Yu Dahai, Peat George, Bedson John, Edwards John J, Turkiewicz Aleksandra, Jordan Kelvin P
Arthritis Research UK Primary Care Centre, Research Institute for Primary Care & Health Sciences, Keele University, Keele, Staffordshire ST5 5BG, United Kingdom.
Arthritis Research UK Primary Care Centre, Research Institute for Primary Care & Health Sciences, Keele University, Keele, Staffordshire ST5 5BG, United Kingdom.
J Clin Epidemiol. 2016 Aug;76:218-28. doi: 10.1016/j.jclinepi.2016.02.025. Epub 2016 Mar 8.
To establish the association between prior knee-pain consultations and early diagnosis of knee osteoarthritis (OA) by weighted cumulative exposure (WCE) models.
Data were from an electronic health care record (EHR) database (Consultations in Primary Care Archive). WCE functions for modeling the cumulative effect of time-varying knee-pain consultations weighted by recency were derived as a predictive tool in a population-based case-control sample and validated in a prospective cohort sample. Two WCE functions ([i] weighting of the importance of past consultations determined a priori; [ii] flexible spline-based estimation) were comprehensively compared with two simpler models ([iii] time since most recent consultation; total number of past consultations) on model goodness of fit, discrimination, and calibration both in derivation and validation phases.

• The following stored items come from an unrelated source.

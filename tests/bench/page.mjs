// Benchmark of the page, not a test: start-up, a 384-well plate, a
// 100,000-row rate table and the same fit in the page's WebAssembly and in
// the native command line, each printed with a reference measured in the
// same run. Run by `./build.sh bench` (tests/bench/run.sh) after bench.py.
//
//   node tests/bench/page.mjs PAGE.html TURNOVER_BIN
//
// Data are invented (simulated with a fixed seed), not measurements.

import { writeFileSync, mkdtempSync, readFileSync } from 'node:fs';
import { tmpdir } from 'node:os';
import { join, resolve } from 'node:path';
import { pathToFileURL } from 'node:url';
import { execFileSync } from 'node:child_process';
import { createRequire } from 'node:module';

const require = createRequire(join(resolve('tests/browser'), 'package.json'));
const { chromium } = require('playwright-core');
const [pagePath, bin] = process.argv.slice(2);
const dir = mkdtempSync(join(tmpdir(), 'turnover-bench-'));
const median = (xs) => [...xs].sort((a, b) => a - b)[Math.floor(xs.length / 2)];

// The reference page: the same number of bytes, inert (a comment), so the
// ratio is the cost of Turnover's own start beyond reading the file.
const size = readFileSync(pagePath).length;
const blank = join(dir, 'blank.html');
writeFileSync(blank, `<!doctype html><meta charset="utf-8"><title>blank</title><script type="application/octet-stream">${'x'.repeat(size - 120)}</script><p>ready</p>`);

const browser = await chromium.launch({ executablePath: '/usr/bin/chromium', headless: true, args: ['--no-sandbox', '--disable-gpu'] });

async function timeLoad(url, ready) {
  const times = [];
  for (let k = 0; k < 5; k++) {
    const context = await browser.newContext();
    const page = await context.newPage();
    const t0 = Date.now();
    await page.goto(url, { waitUntil: 'load' });
    await page.waitForFunction(ready, null, { timeout: 60_000 });
    times.push(Date.now() - t0);
    await context.close();
  }
  return median(times);
}

const started = () => window.turnover?.lastResult?.() && window.turnoverTraces?.lastResult?.();
const startup = await timeLoad(pathToFileURL(resolve(pagePath)).href, started);
const reference = await timeLoad(pathToFileURL(blank).href, () => document.readyState === 'complete');
console.log(`page start-up to both demos drawn: ${startup} ms; a blank page of the same size: ${reference} ms (ratio ${(startup / reference).toFixed(1)}; goal: start-up ≤ 300 ms)`);

// A 100,000-row rate table: the time to a fitted result in the page,
// the longest main-thread task, against the command line on the same file.
let seed = 7;
const uniform = () => ((seed = (seed * 1103515245 + 12345) % 2147483648) / 2147483648);
const rows = ['[S] (µM)\tv (µM/min)'];
for (let k = 0; k < 100000; k++) {
  const s = 1 + 199 * uniform();
  rows.push(`${s.toFixed(3)}\t${((10 * s) / (20 + s) * (1 + 0.05 * (uniform() - 0.5))).toFixed(4)}`);
}
const big = `${rows.join('\n')}\n`;
const file = join(dir, 'rows.tsv');
writeFileSync(file, big);
const native = [];
for (let k = 0; k < 3; k++) {
  const t0 = process.hrtime.bigint();
  execFileSync(bin, ['fit', file, '--json'], { maxBuffer: 1 << 28 });
  native.push(Number(process.hrtime.bigint() - t0) / 1e6);
}
const context = await browser.newContext();
const page = await context.newPage();
await page.goto(pathToFileURL(resolve(pagePath)).href);
await page.waitForFunction(started, null, { timeout: 60_000 });
const inPage = await page.evaluate(async (text) => {
  const long = [];
  new PerformanceObserver((list) => { for (const e of list.getEntries()) long.push(e.duration); }).observe({ type: 'longtask' });
  const t0 = performance.now();
  const input = document.querySelector('#data-input');
  input.value = text;
  input.dispatchEvent(new Event('input', { bubbles: true }));
  // The paste: the browser lays out 100,001 lines in the text box, its
  // own work, in this task. The fit runs in the background from here.
  await new Promise((r) => requestAnimationFrame(() => setTimeout(r, 0)));
  const pasted = long.length;
  window.turnover.analyse();
  while (!window.turnover.lastResult()) await new Promise((r) => setTimeout(r, 10));
  const fitted = performance.now() - t0;
  await new Promise((r) => setTimeout(r, 500));
  const after = long.slice(pasted);
  return { fitted, paste: Math.max(0, ...long.slice(0, pasted)), longest: Math.max(0, ...after), over100: after.filter((d) => d > 100).map((d) => d.toFixed(0)) };
}, big);
console.log(`100,000-row rate table: fitted and drawn in ${inPage.fitted.toFixed(0)} ms, in a Web Worker; ${inPage.longest > 0 ? `longest main-thread task from the fit's start ${inPage.longest.toFixed(0)} ms (tasks over 100 ms: ${inPage.over100.join(', ') || 'none'})` : 'no main-thread task over 50 ms from the fit\'s start (the browser reports only longer ones)'}; the paste itself (the browser laying out the text box) ${inPage.paste.toFixed(0)} ms; the command line on the same file ${median(native).toFixed(0)} ms (ratio page/native ${(inPage.fitted / median(native)).toFixed(1)})`);

// The page's WebAssembly against native code: one 12-point
// Michaelis-Menten fit repeated, per fit.
const small = '[S] (µM)\tv (µM/min)\n1\t0.48\n2\t0.91\n4\t1.67\n6\t2.25\n8\t2.68\n10\t3.05\n15\t3.85\n20\t4.32\n30\t5.08\n50\t5.92\n80\t6.52\n120\t6.86\n';
const wasmPerFit = await page.evaluate((text) => {
  const bench = new wasm_bindgen.Workbench();
  const request = { text, model: 'mm', weighting: 'uniform', interval_method: 'asymptotic', excluded_lines: [], excluded_cells: [] };
  for (let k = 0; k < 50; k++) bench.analyse(request);
  const t0 = performance.now();
  for (let k = 0; k < 500; k++) bench.analyse(request);
  return (performance.now() - t0) / 500;
}, small);
writeFileSync(join(dir, 'small.tsv'), Array.from({ length: 500 }, (_, k) => small.split('\n').slice(1).filter(Boolean).map((l) => `c${k}\t${l}`).join('\n')).join('\n').replace(/^/, 'curve\t[S] (µM)\tv (µM/min)\n'));
const t0 = process.hrtime.bigint();
execFileSync(bin, ['fit', join(dir, 'small.tsv'), '--group-by', 'curve', '--threads', '1', '--format', 'json'], { maxBuffer: 1 << 28 });
const nativePerFit = Number(process.hrtime.bigint() - t0) / 1e6 / 500;
console.log(`one 12-point Michaelis-Menten fit with its record: page WebAssembly ${wasmPerFit.toFixed(3)} ms, native (500 curves in one process, one thread) ${nativePerFit.toFixed(3)} ms (ratio ${(wasmPerFit / nativePerFit).toFixed(2)})`);
await browser.close();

People with the most recent and most frequent knee-pain consultations were more likely to have high WCE scores that were associated with increased risk of knee OA diagnosis both in derivation and validation phases. Better model goodness of fit, discrimination, and calibration were observed for flexible spline-based WCE models.

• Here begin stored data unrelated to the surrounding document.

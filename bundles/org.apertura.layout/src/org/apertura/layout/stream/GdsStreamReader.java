/*
 * Copyright (c) 2026 Apertura contributors.
 * SPDX-License-Identifier: EPL-2.0
 */
package org.apertura.layout.stream;

import java.io.IOException;
import java.nio.ByteBuffer;
import java.nio.ByteOrder;
import java.nio.channels.FileChannel;
import java.nio.charset.StandardCharsets;
import java.nio.file.Path;
import java.nio.file.StandardOpenOption;
import java.util.ArrayList;
import java.util.Arrays;
import java.util.Collections;
import java.util.List;
import java.util.Map;
import java.util.TreeMap;

import org.apertura.layout.gds.GdsFormatException;
import org.apertura.layout.gds.GdsReader;
import org.apertura.layout.gds.GdsRecordType;
import org.apertura.layout.gds.Real8;
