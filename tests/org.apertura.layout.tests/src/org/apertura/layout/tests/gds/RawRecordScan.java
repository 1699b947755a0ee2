/*
 * Copyright (c) 2026 Apertura contributors.
 * SPDX-License-Identifier: EPL-2.0
 */
package org.apertura.layout.tests.gds;

import java.io.DataInputStream;
import java.io.EOFException;
import java.io.IOException;
import java.io.InputStream;
import java.nio.file.Files;
import java.nio.file.Path;
import java.util.Map;
import java.util.TreeMap;

/**
 * An independent, minimal record counter used to cross-check the reader on real files: walks the
 * records (2-byte length, type byte, data type byte per the GDS II Stream Format Manual 6.0) up to
 * ENDLIB and counts them by type byte. Shares no code with the reader.
 */
final class RawRecordScan {

    private RawRecordScan() {
    }

    /** Record counts by type byte. */
    static Map<Integer, Integer> countByType(Path file) throws IOException {
        Map<Integer, Integer> counts = new TreeMap<>();
        try (InputStream in = Files.newInputStream(file); DataInputStream data = new DataInputStream(in)) {
            while (true) {
                int length;
                try {
                    length = data.readUnsignedShort();
                } catch (EOFException e) {
                    break;
                }
                int type = data.readUnsignedByte();
                data.readUnsignedByte();
                data.skipNBytes(length - 4);
                counts.merge(type, 1, Integer::sum);
                if (type == 0x04) {
                    break;
                }
            }
        }
        return counts;
    }
}
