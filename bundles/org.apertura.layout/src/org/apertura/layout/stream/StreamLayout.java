/*
 * Copyright (c) 2026 Apertura contributors.
 * SPDX-License-Identifier: EPL-2.0
 */
package org.apertura.layout.stream;

import java.util.List;
import java.util.Map;

/**
 * What {@link GdsStreamReader} returns: the library in packed form. Every reference is resolved
 * (its child index points into {@link #cells()}) and the hierarchy is free of cycles.
 *
 * @param name                      LIBNAME, or null when empty or missing
 * @param userUnitsPerDatabaseUnit  first UNITS value
 * @param metresPerDatabaseUnit     second UNITS value
 * @param cells                     structures in file order
 * @param topCells                  cells no reference points to, in file order
 * @param skippedRecords            records not turned into content, by name, as
 *                                  {@link org.apertura.layout.gds.GdsReadResult#skippedRecords()}
 * @param warnings                  the same warnings {@link org.apertura.layout.gds.GdsReader} gives
 */
public record StreamLayout(String name, double userUnitsPerDatabaseUnit, double metresPerDatabaseUnit,
        List<StreamCell> cells, List<StreamCell> topCells, Map<String, Integer> skippedRecords, List<String> warnings) {

    public StreamLayout {
        cells = List.copyOf(cells);
        topCells = List.copyOf(topCells);
        skippedRecords = Map.copyOf(skippedRecords);
        warnings = List.copyOf(warnings);
    }

    /** Total boundaries, boxes and paths over all cells (each definition once). */
    public long shapeCount() {
        long n = 0;
        for (StreamCell c : cells) {
            n += c.shapeCount();
        }
        return n;
    }

    /** Total elements over all cells: shapes, references and texts. */
    public long elementCount() {
        long n = 0;
        for (StreamCell c : cells) {
            n += c.shapeCount() + c.referenceCount() + c.textCount();
        }
        return n;
    }

    /** The cell with this name, or null. */
    public StreamCell cell(String cellName) {
        for (StreamCell c : cells) {
            if (c.name().equals(cellName)) {
                return c;
            }
        }
        return null;
    }
}
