/*
 * Copyright (c) 2026 Apertura contributors.
 * SPDX-License-Identifier: EPL-2.0
 */
/**
 * Reads a layout for the migration: GDSII read and flattened by the layout bundle, polygons grouped
 * by the deck's layer names in the deck's database units.
 */
package org.apertura.migrate.layout;
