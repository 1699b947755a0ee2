/*
 * Copyright (c) 2026 Apertura contributors.
 * SPDX-License-Identifier: EPL-2.0
 */
package org.apertura.engine.bench;

import java.lang.management.ManagementFactory;
import java.util.ArrayList;
import java.util.Arrays;
import java.util.List;
import java.util.Map;

import org.apertura.engine.check.CheckEngine;
import org.apertura.engine.check.CheckOptions;
import org.apertura.engine.check.Violation;
import org.apertura.engine.geom.Polygon;
import org.apertura.engine.internal.EdgeIndex;
import org.apertura.engine.region.MergedLayer;
import org.apertura.engine.rule.Rule;
import org.apertura.engine.rule.SpacingRule;
import org.apertura.engine.rule.WidthRule;
import org.locationtech.jts.geom.Coordinate;
import org.locationtech.jts.geom.Envelope;
import org.locationtech.jts.geom.Geometry;
import org.locationtech.jts.geom.GeometryFactory;
import org.locationtech.jts.index.strtree.STRtree;
import org.locationtech.jts.operation.union.UnaryUnionOp;

/**
 * Prints, per layout size: the engine's time (merge + width + spacing on m1 and m2), the time of a
 * straightforward JTS checker (union, STRtree, distance: spacing only) while it stays within a few
 * minutes, the engine's spacing-only time for a like-for-like ratio, the time to sort the same edges
 * (the floor), and heap bytes per edge. Arguments: sizes (default 10000 100000 1000000), "--threads N",
 * "--jts-limit SECONDS" (default 300): the JTS checker runs on the first size when it is at most 100k
 * rectangles, and on each further size while its time extrapolated from the previous one (linear,
 * +30 %) stays below the limit. A size where it is not run says so in the table ("not run") and in a
 * note naming the last measured JTS time; no extrapolated figure is printed as a measurement. At such a
 * size the JTS checker is then started once more in a separate JVM and stopped after "--jts-bound
 * SECONDS" (default 120; 0 skips this): if it finishes, its time is a measurement like any other; if it
 * is stopped, the table shows "&gt;SECONDS" and the ratio as a lower bound ("&gt;N x"), which is what
 * was measured. The engine time is the best of five runs (three above a million rectangles) after a
 * warm-up on the same workload, the sort time the best of three (the
 * floor is a minimum).
 */
public final class EngineBenchmark {

    private static final long SPACING = 50, WIDTH = 50;

    public static void main(String[] args) throws Exception {
        if (args.length == 2 && args[0].equals("--jts-child")) {
            // the bounded JTS run in its own JVM: print the time and stop
            int n = Integer.parseInt(args[1]);
            Map<String, List<Polygon>> layout = RoutingGenerator.generate(42, n);
            System.out.println("jts_s " + jtsSpacing(Map.of("m1", layout.get("m1"), "m2", layout.get("m2"))));
            return;
        }
        List<Integer> sizes = new ArrayList<>();
        int threads = Runtime.getRuntime().availableProcessors();
        double jtsLimit = 300, jtsBound = 120;
        for (int i = 0; i < args.length; i++) {
            switch (args[i]) {
                case "--threads" -> threads = Integer.parseInt(args[++i]);
                case "--jts-limit" -> jtsLimit = Double.parseDouble(args[++i]);
                case "--jts-bound" -> jtsBound = Double.parseDouble(args[++i]);
                default -> sizes.add(Integer.parseInt(args[i].replace("_", "")));
            }
        }
        if (sizes.isEmpty()) {
            sizes.addAll(List.of(10_000, 100_000, 1_000_000));
        }
        System.out.printf("apertura engine benchmark: %d threads, JDK %s, max heap %d MiB%n", threads,
                System.getProperty("java.version"), Runtime.getRuntime().maxMemory() >> 20);
        System.out.printf("%10s %9s %9s %9s %9s %9s %9s %8s %8s %7s %7s%n", "rects", "edges", "engine_s", "eng_sp_s",
                "jts_sp_s", "sort_s", "vs_jts", "vs_sort", "B/edge", "viol", "scale");
        double lastJts = 0, lastEngine = 0, measuredJts = 0;
        int lastSize = 0, lastJtsSize = 0;
        List<String> notes = new ArrayList<>();
        CheckEngine engine = new CheckEngine(CheckOptions.threads(threads));
        // warm-up on the measured workload (both layers, so the any-angle merge is compiled too) so that
        // no size is timed while the JIT is still compiling the engine
        warmUp(engine);
        for (int n : sizes) {
            Map<String, List<Polygon>> layout = RoutingGenerator.generate(42, n);
            Map<String, List<Polygon>> metal = Map.of("m1", layout.get("m1"), "m2", layout.get("m2"));
            long edges = 0;
            for (List<Polygon> l : metal.values()) {
                for (Polygon p : l) {
                    edges += p.size();
                }
            }
            // engine: merge + width + spacing
            List<Rule> rules = new ArrayList<>();
            rules.addAll(rules("m1"));
            rules.addAll(rules("m2"));
            double engineS = Double.POSITIVE_INFINITY;
            for (int rep = 0, reps = n > 1_000_000 ? 3 : 5; rep < reps; rep++) {
                System.gc();
                long t = System.nanoTime();
                engine.checkMerged(engine.merge(metal), rules);
                engineS = Math.min(engineS, (System.nanoTime() - t) / 1e9);
            }
            System.gc();
            long before = usedHeap();
            Map<String, MergedLayer> merged = engine.merge(metal);
            List<Violation> v = engine.checkMerged(merged, rules);
            long mergedEdges = 0, bytes = 0;
            for (MergedLayer m : merged.values()) {
                mergedEdges += m.edgeCount();
                bytes += m.retainedBytes() + m.derived(EdgeIndex.class, EdgeIndex::new).retainedBytes();
            }
            System.gc();
            long after = usedHeap();
            // engine spacing only (merge included) for the like-for-like ratio
            long t1 = System.nanoTime();
            Map<String, MergedLayer> merged2 = engine.merge(metal);
            engine.checkMerged(merged2, List.of(new SpacingRule("S1", "m1", SPACING), new SpacingRule("S2", "m2", SPACING)));
            double engineSp = (System.nanoTime() - t1) / 1e9;
            merged2 = null;
            // floor: sort the input edges (one long key per edge)
            double sortS = sortEdges(metal);
            // JTS checker while it is expected to finish within the limit
            double jtsS = Double.NaN;
            String jtsCell = null, ratioCell = null;
            boolean firstSmall = lastJts == 0 && n <= 100_000;
            if (firstSmall || lastJts > 0 && Double.isFinite(lastJts) && lastJts * ((double) n / lastSize) * 1.3 < jtsLimit) {
                jtsS = jtsSpacing(metal);
                lastJts = jtsS;
                lastJtsSize = n;
                measuredJts = jtsS;
            } else {
                String why = measuredJts > 0
                        ? String.format("JTS checker at %d rectangles: it took %.1f s (measured) at %d rectangles and linear"
                                + " growth from there would exceed the %.0f s limit (--jts-limit)", n, measuredJts,
                                lastJtsSize, jtsLimit)
                        : String.format("JTS checker at %d rectangles: it runs in this JVM first on a size of at most 100000"
                                + " and then only while its linear extrapolation stays below %.0f s (--jts-limit)", n, jtsLimit);
                lastJts = Double.POSITIVE_INFINITY;
                if (jtsBound <= 0) {
                    notes.add(why + "; NOT RUN (--jts-bound 0), no JTS figure for this size.");
                } else {
                    double bounded = boundedJts(n, jtsBound);
                    if (Double.isNaN(bounded)) {
                        notes.add(why + "; so it ran in a separate JVM, which ended without a time (see the error"
                                + " output): no JTS figure for this size.");
                    } else if (Double.isFinite(bounded)) {
                        jtsS = bounded;
                        notes.add(String.format("%s; so it ran in a separate JVM bounded to %.0f s (--jts-bound) and finished"
                                + " in %.1f s (measured).", why, jtsBound, bounded));
                    } else {
                        jtsCell = String.format(">%.0f", jtsBound);
                        ratioCell = String.format(">%.0fx", jtsBound / engineSp);
                        notes.add(String.format("%s; so it ran in a separate JVM and was stopped after %.0f s (--jts-bound)"
                                + " without finishing: its time and the ratio shown are measured lower bounds.", why, jtsBound));
                    }
                }
            }
            double scale = lastEngine > 0 ? engineS / lastEngine : Double.NaN;
            System.out.printf("%10d %9d %9.3f %9.3f %9s %9.3f %9s %8.2f %8.1f %7d %7s%n", n, edges, engineS, engineSp,
                    jtsCell != null ? jtsCell : Double.isNaN(jtsS) ? "not run" : String.format("%.3f", jtsS), sortS,
                    ratioCell != null ? ratioCell : Double.isNaN(jtsS) ? "-" : String.format("%.1fx", jtsS / engineSp),
                    engineS / sortS,
                    (double) bytes / mergedEdges, v.size(), Double.isNaN(scale) ? "-" : String.format("%.2fx", scale));
            System.out.printf("%10s merged edges %d; heap growth after merge+check (GC'd, incl. results) %.1f B/edge%n", "",
                    mergedEdges, (double) (after - before) / mergedEdges);
            lastEngine = engineS;
            lastSize = n;
        }
        for (String note : notes) {
            System.out.println(note);
        }
        System.out.println("engine_s: merge + width + spacing (Euclidean) on m1, m2, best of 5 runs (3 above 1M); eng_sp_s: merge + spacing only;");
        System.out.println("jts_sp_s: JTS union + STRtree + distance spacing on the same layers; vs_jts = jts_sp_s / eng_sp_s;");
        System.out.println("sort_s: Arrays.sort of one long key per input edge, best of three; vs_sort = engine_s / sort_s;");
        System.out.println("B/edge: engine arrays (merged layer + edge index) per merged edge; scale: engine_s / previous size.");
    }

    /**
     * Runs the JTS checker on the layout of size n in a child JVM (same Java, class path and heap limit);
     * returns its time in seconds, infinity when it was stopped after {@code boundSeconds}, NaN when it
     * ended without printing a time.
     */
    private static double boundedJts(int n, double boundSeconds) throws Exception {
        String javaCommand = ProcessHandle.current().info().command().orElse("java");
        // at most 8 GiB: this JVM keeps its own heap while the child runs
        long childHeap = Math.min(Runtime.getRuntime().maxMemory(), 8L << 30) >> 20;
        ProcessBuilder pb = new ProcessBuilder(javaCommand, "-Xmx" + childHeap + "m",
                "-XX:+UseParallelGC", "-cp", System.getProperty("java.class.path"), EngineBenchmark.class.getName(),
                "--jts-child", Integer.toString(n));
        pb.redirectErrorStream(true);
        Process child = pb.start();
        StringBuilder output = new StringBuilder();
        Thread reader = new Thread(() -> {
            try {
                output.append(new String(child.getInputStream().readAllBytes()));
            } catch (java.io.IOException e) {
                output.append(e);
            }
        });
        reader.start();
        if (!child.waitFor((long) (boundSeconds * 1000), java.util.concurrent.TimeUnit.MILLISECONDS)) {
            child.destroyForcibly().waitFor();
            reader.join();
            return Double.POSITIVE_INFINITY;
        }
        reader.join();
        for (String line : output.toString().split("\\R")) {
            if (line.startsWith("jts_s ")) {
                return Double.parseDouble(line.substring(6).trim());
            }
        }
        // ended without a time (out of memory, say): no figure
        System.err.println("JTS child run printed no time (exit " + child.exitValue() + "): " + output);
        return Double.NaN;
    }

    private static List<Rule> rules(String layer) {
        return List.of(new WidthRule("W." + layer, layer, WIDTH), new SpacingRule("S." + layer, layer, SPACING));
    }

    private static void warmUp(CheckEngine engine) {
        Map<String, List<Polygon>> layout = RoutingGenerator.generate(1, 200_000);
        Map<String, List<Polygon>> metal = Map.of("m1", layout.get("m1"), "m2", layout.get("m2"));
        List<Rule> rules = new ArrayList<>(rules("m1"));
        rules.addAll(rules("m2"));
        for (int i = 0; i < 5; i++) {
            engine.checkMerged(engine.merge(metal), rules);
        }
    }

    private static long usedHeap() {
        return ManagementFactory.getMemoryMXBean().getHeapMemoryUsage().getUsed();
    }

    private static double sortEdges(Map<String, List<Polygon>> layers) {
        int n = 0;
        for (List<Polygon> l : layers.values()) {
            for (Polygon p : l) {
                n += p.size();
            }
        }
        long[] keys = new long[n];
        int k = 0;
        for (List<Polygon> l : layers.values()) {
            for (Polygon p : l) {
                for (int i = 0; i < p.size(); i++) {
                    keys[k] = (p.x(i) << 20) ^ p.y(i) ^ k;
                    k++;
                }
            }
        }
        double best = Double.POSITIVE_INFINITY;
        for (int rep = 0; rep < 3; rep++) {
            long[] copy = keys.clone();
            long t0 = System.nanoTime();
            Arrays.sort(copy);
            best = Math.min(best, (System.nanoTime() - t0) / 1e9);
        }
        return best;
    }

    /** Union each layer, index the shapes in an STRtree, report pairs closer than the spacing. */
    private static double jtsSpacing(Map<String, List<Polygon>> layers) {
        long t0 = System.nanoTime();
        GeometryFactory gf = new GeometryFactory();
        long pairs = 0;
        for (List<Polygon> l : layers.values()) {
            List<Geometry> gs = new ArrayList<>(l.size());
            for (Polygon p : l) {
                Coordinate[] cs = new Coordinate[p.size() + 1];
                for (int i = 0; i < p.size(); i++) {
                    cs[i] = new Coordinate(p.x(i), p.y(i));
                }
                cs[p.size()] = cs[0];
                gs.add(gf.createPolygon(cs));
            }
            Geometry u = UnaryUnionOp.union(gs);
            STRtree tree = new STRtree();
            List<Geometry> shapes = new ArrayList<>();
            for (int i = 0; i < u.getNumGeometries(); i++) {
                Geometry g = u.getGeometryN(i);
                shapes.add(g);
                tree.insert(g.getEnvelopeInternal(), i);
            }
            for (int i = 0; i < shapes.size(); i++) {
                Envelope env = new Envelope(shapes.get(i).getEnvelopeInternal());
                env.expandBy(SPACING);
                for (Object o : tree.query(env)) {
                    int j = (Integer) o;
                    if (j > i && shapes.get(i).distance(shapes.get(j)) < SPACING) {
                        pairs++;
                    }
                }
            }
        }
        if (pairs < 0) {
            throw new IllegalStateException();
        }
        return (System.nanoTime() - t0) / 1e9;
    }
}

WCE functions can be used to model prediagnostic symptoms within routine EHR data and provide novel low-cost predictive tools contributing to early diagnosis.
通过加权累积暴露(WCE)模型建立既往膝关节疼痛会诊与膝关节骨关节炎(OA)早期诊断之间的关联。
数据来自电子医疗记录(EHR)数据库(初级保健档案中的会诊记录)。在基于人群的病例对照样本中,推导了用于模拟按近期加权的随时间变化的膝关节疼痛会诊累积效应的WCE函数,作为一种预测工具,并在前瞻性队列样本中进行了验证。在推导和验证阶段,将两个WCE函数([i]预先确定过去会诊重要性的加权;[ii]基于灵活样条的估计)与两个更简单的模型([iii]距最近一次会诊的时间;过去会诊的总数)在模型拟合优度、区分度和校准方面进行了全面比较。
在推导和验证阶段,最近和最频繁进行膝关节疼痛会诊的人更有可能获得高WCE分数,这与膝关节OA诊断风险增加相关。基于灵活样条的WCE模型显示出更好的模型拟合优度、区分度和校准。
WCE函数可用于在常规EHR数据中模拟诊断前症状,并提供有助于早期诊断的新型低成本预测工具。